Science-Fiction

Afrofuturisme

Titre : Afrofuturisme – L’avenir change de visage
Auteurs/Autrices : Rivers Solomon (Soif de sang) ; Sara Doke (Léopard cha-cha) ; Sofia Samatar (Demande de prolongation de contrat de travail à bord du Clarity) ; Richard Canal (Miss Washington) ; Raphaël Granier de Cassagnac (Itinéraire d’une migrante martienne) ; Yann-Cédric (Agbodan-Aolio) ; Charlotte Bousquet (L’amour est source de vie) ; Alex Evans (La tête d’Olokun) ; Michael Roch (La paraphrase du masque) ; Sylvia Saeba (Les ciseaux de sang) ; Floriane Soulas (Souvenir organique) ; Lionel Davoust (Dans les matongo de coton et de polymère) ; Laura Nsafou (De l’autre côté de la nuit) ; Ketty Steward (Blanche Neige et le triangle quelconque) ; David Bry (Plus que la Terre encore) ; Emilie Querbalec (Venus Requiem) ; Christophe Gros-Dubois (Nine Inch Man) ; Corinne Guitteaud (La Reine égarée) ; Nadia Chonville (Twati an vè a)
Éditeur : Mnémos
Date de publication : 2022 (mai)

Synopsis : Les auteurs, dont beaucoup sont afrodescendants, nous entraînent dans des mondes qui ont déjà changé de base (Blanche Neige et le triangle quelconque, Dans les matongo de coton et de polymère, Miss Washington, La Paraphrase du Masque). D’autres évoquent le moment où tout bascule (Les Ciseaux de sang, De l’autre côté de la nuit, Nine Inch Man, Twati an vè-a). D’autres encore nous emmènent dans l’espace (La Tête d’Olokun, Venus Requiem, Itinéraire d’une migrante martienne, Plus que la terre encore) ou dans les arcanes du temps (Reine égarée) ; ils évoquent aussi une utopie (Le Nombril du monde), une alternative au renoncement (L’Amour est source de vie), la façon de sortir d’un piège (Souvenir organique) ou Patrice Lumumba, héros de la décolonisation (Léopard cha-cha). Mouvement culturel profondément original, l’afrofuturisme nous offre d’autres visages de l’avenir.

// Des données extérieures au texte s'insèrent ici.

def check_score_file(path, *, result_dir=None, overwrite=False):
    """Refuse, before any work, a score file name that would harm what is there.

    A score file is a ``.json`` file outside the result folder (which holds
    only the result's own files). An existing file is replaced only with
    ``overwrite`` and only when it is a score file (``format`` is
    :data:`SCORE_FORMAT`): anything else is the user's and is never replaced.

    Parameters
    ----------
    path : str or Path
        The score file to write.
    result_dir : str or Path, optional, keyword-only
        The result folder scored.
    overwrite : bool, keyword-only

    Returns
    -------
    Path

    Raises
    ------
    InputError
        With ``param`` 'path' or 'overwrite'.
    """
    from .tables import check_new_file

    # a .json name, not a folder, not an existing file without overwrite
    out = check_new_file(path, suffix=".json", overwrite=overwrite)
    if result_dir is not None and Path(result_dir).resolve() in out.resolve().parents:
        raise InputError(f"expected a file outside the result folder '{result_dir}' (a result folder holds only "
                         f"the result's own files), got '{out}'", param="path")
    if out.exists() or out.is_symlink():
        if not overwrite:
            raise InputError(f"'{out}' exists; pass overwrite=True to replace it", param="path")
        try:
            old = json.loads(out.read_text(encoding="utf-8"))
        except (OSError, ValueError):
            old = None
        if not (isinstance(old, dict) and old.get("format") == SCORE_FORMAT):
            raise InputError(f"'{out}' is not a score file vesselflow wrote; it is never replaced: choose another "
                             "file name", param="overwrite")
    return out
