def graph_steps(cl, cleaned, sp, cfg, *, shape, planar, inlets, outlets, clock, wall_fit):
    """The steps of :func:`analyze` from the centrelines on: graph, radii, pruning, tables and the network steps.

    ``cleaned`` needs ``stats`` and ``offset`` (and ``mask`` only when the
    centrelines carry no tissue distances); ``wall_fit(points, offsets,
    radii)`` returns the :class:`pipeline.radii.WallRadii` of the graph's
    centreline points. The block-wise analysis comes in here with its own.
    """
    original_shape = tuple(shape)
    g = graph_step.build_graph(cl)
    # Only these are read from here on; the centreline voxels' arrays go
    # (on a large volume they are hundreds of megabytes).
    cl = SimpleNamespace(grid_spacing=cl.grid_spacing, resampled=cl.resampled,
                         tissue_distance_um=cl.tissue_distance_um)
    clock.tick("graph")
    # Radii from the wall before pruning: the pruning rules compare lengths
    # with radii, and the distance map's inscribed radius reads low on rough
    # walls (it touches the deepest dent), which keeps bumps as branches.
    wall = None
    if cfg["radii"]["estimator"] == "wall_fit":
        wall = _fit_wall_radii(g, wall_fit)
        clock.tick("radii")
    _prune(g, cfg["pruning"], grid_spacing=cl.grid_spacing, spacing=sp, planar=planar, shape=original_shape)
    if wall is not None:
        _to_mean_radii(g, *wall)
    del wall
    clock.tick("pruning")
    segs, nodes, keys, smoothed = _graph_tables(g, cfg, grid_spacing=cl.grid_spacing, spacing=sp)
    # The tables hold what is measured; of the graph only these go on (the
    # flow model of a large network needs the memory the graph held).
    graph_counts, centreline_radii = g.counts, [g.seg_radii[k] for k in keys]
    del g
    clock.tick("measures")
    warnings = []
    summary = _sample_summary(segs, nodes, cleaned, cl, spacing=sp, planar=planar, shape=original_shape,
                              warnings=warnings)
    clock.tick("summary")
    net = _network_steps(segs, nodes, smoothed, cfg, inlets=inlets, outlets=outlets, spacing=sp, planar=planar,
                         summary=summary, warnings=warnings, clock=clock)
    counts = {**cleaned.stats, **graph_counts, "resampled_isotropic": bool(cl.resampled),
              "thinning_grid_spacing_um": list(cl.grid_spacing)}
    run = {"config": cfg, "timings_s": clock.timings, "counts": counts, "warnings": warnings, "planar": bool(planar),
           "shape": list(original_shape), "crop_offset": list(cleaned.offset), "roots": [int(r) for r in net["roots"]],
           "notes": net["notes"], "flow": net["flow"]}
    return Result(segments=net["segments"], nodes=net["nodes"], summary=summary, centrelines=smoothed,
                  centreline_radii=centreline_radii, spacing=sp, levels=net["levels"],
                  bifurcations=net["bifurcations"], run=run, vessels=net["vessels"], orders=net["orders"].table,
                  order_connectivity=net["orders"].connectivity)


class _Clock:
    """Seconds per step for run.json, each also handed to ``progress(step, seconds)``.

    Knows which step is running (:meth:`running`): the one after the last
    that ended, among the :data:`STEPS` this config runs.
    """

    def __init__(self, progress, cfg):
        self.progress, self.timings, self.t = progress, {}, time.perf_counter()
        self.order = [st for st in STEPS if st not in ("reading", "writing")
                      and (st != "flow" or cfg["flow"]["enabled"])
                      and (st != "radii" or cfg["radii"]["estimator"] == "wall_fit")]
        self.passed = 0

    def tick(self, step):
        now = time.perf_counter()
        self.timings[step] = round(now - self.t, 4)
        if self.progress is not None:
            self.progress(step, now - self.t)
        self.t = now
        self.skip(step)

    def skip(self, step):
        """Mark ``step`` as over without a time of its own (it had nothing to do)."""
        if step in self.order:
            self.passed = max(self.passed, self.order.index(step) + 1)

    def running(self):
        return self.order[min(self.passed, len(self.order) - 1)]


def _prune(g, p, *, grid_spacing, spacing, planar, shape):
    """The pruning step with the ``pruning`` section's options (in place)."""
    pruning_step.prune_graph(g, spur_radius_factor=p["spur_radius_factor"], min_spur_length_um=p["min_spur_length_um"],
                             junction_merge_radii=p["junction_merge_radii"], wall_loop_radii=p["wall_loop_radii"],
                             spur_protrusion_radii=p["spur_protrusion_radii"], wall_spike_radii=p["wall_spike_radii"],
                             small_loop_radii=p["small_loop_radii"],
                             web_loop_radii=p["web_loop_radii"], border_spur_radii=p["border_spur_radii"],
                             voxel_um=float(max(grid_spacing[1:] if planar else grid_spacing)),
                             min_fragment_length_um=p["min_fragment_length_um"], max_rounds=p["max_rounds"],
                             reconnect=p["reconnect_gaps"], spacing_um=spacing,
                             volume_um=(np.asarray(shape) - 1) * np.asarray(spacing),
                             max_gap_voxels=p["max_gap_voxels"], max_gap_angle_deg=p["max_gap_angle_deg"])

Grandir en Europe, être une lectrice façonnée par la littérature et la culture occidentale, c’est avoir nourri son imaginaire de puissantes et inspirantes histoires, mais aussi de clichés à abattre. Il y a pourtant pire que ces clichés : il y a les absences, les angles morts. (Valérie Lawson)

Hommage à un courant littéraire qui a le vent en poupe

En 2022, le festival des Imaginales d’Épinal fêtait ses vingt ans et adoptait pour thématique « l’afrofuturisme », ce mouvement littéraire en plein essor qui entend mettre fin à l’invisibilisation des Noir.es dans la science-fiction en proposant des futurs afrocentrés. L’anthologie qui accompagne comme toujours la tenue du festival comporte ainsi dix-neuf textes se revendiquant de ce courant, la plupart écris par des afrodescendants parmi lesquels on retrouve plusieurs auteurs et autrices dont les œuvres ont rencontré de beaux succès ces dernières années, à l’image de Rivers Solomons (« Les abysses » ; « Sorrowland »), Sofia Samatar (« Un étranger en Olondre »), Ketty Steward (« L’évangile selon Myriam ») ou encore Michael Roch (« Te Mawon »). On retrouve aussi des habitués du festival à l’image de Sara Doke, Lionel Davoust, Raphaël Granier de Cassagnac, Charlotte Bousquet ou encore David Bry. Revenir sur chacune des nouvelles du sommaire me paraît fastidieux, d’autant que, comme dans toute anthologie, la qualité varie considérablement en fonction des textes. Si certains se sont avérés peu surprenants et un peu bancals, d’autres en revanche ont livré de belles surprises, aussi vais-je me focaliser avant tout sur ces derniers. Globalement il s’agit néanmoins d’une anthologie de qualité, avec des nouvelles qui nous font systématiquement sortir de notre zone de confort et nous permettent d’explorer des futurs pas toujours désirables mais qui ont le mérite de proposer des alternatives jusqu’ici inexploitées en raison de notre regard européo-centré. Cette focalisation sur l’Afrique permet aux auteurs et autrices de mettre en lumière des pans méconnus de l’histoire de ce continent pour les lecteurs occidentaux, mais aussi de s’affranchir des clichés qui collent depuis trop longtemps à la peau des personnages de fiction noirs, et notamment des femmes qui occupent ici un rôle de premier plan dans la plupart des nouvelles.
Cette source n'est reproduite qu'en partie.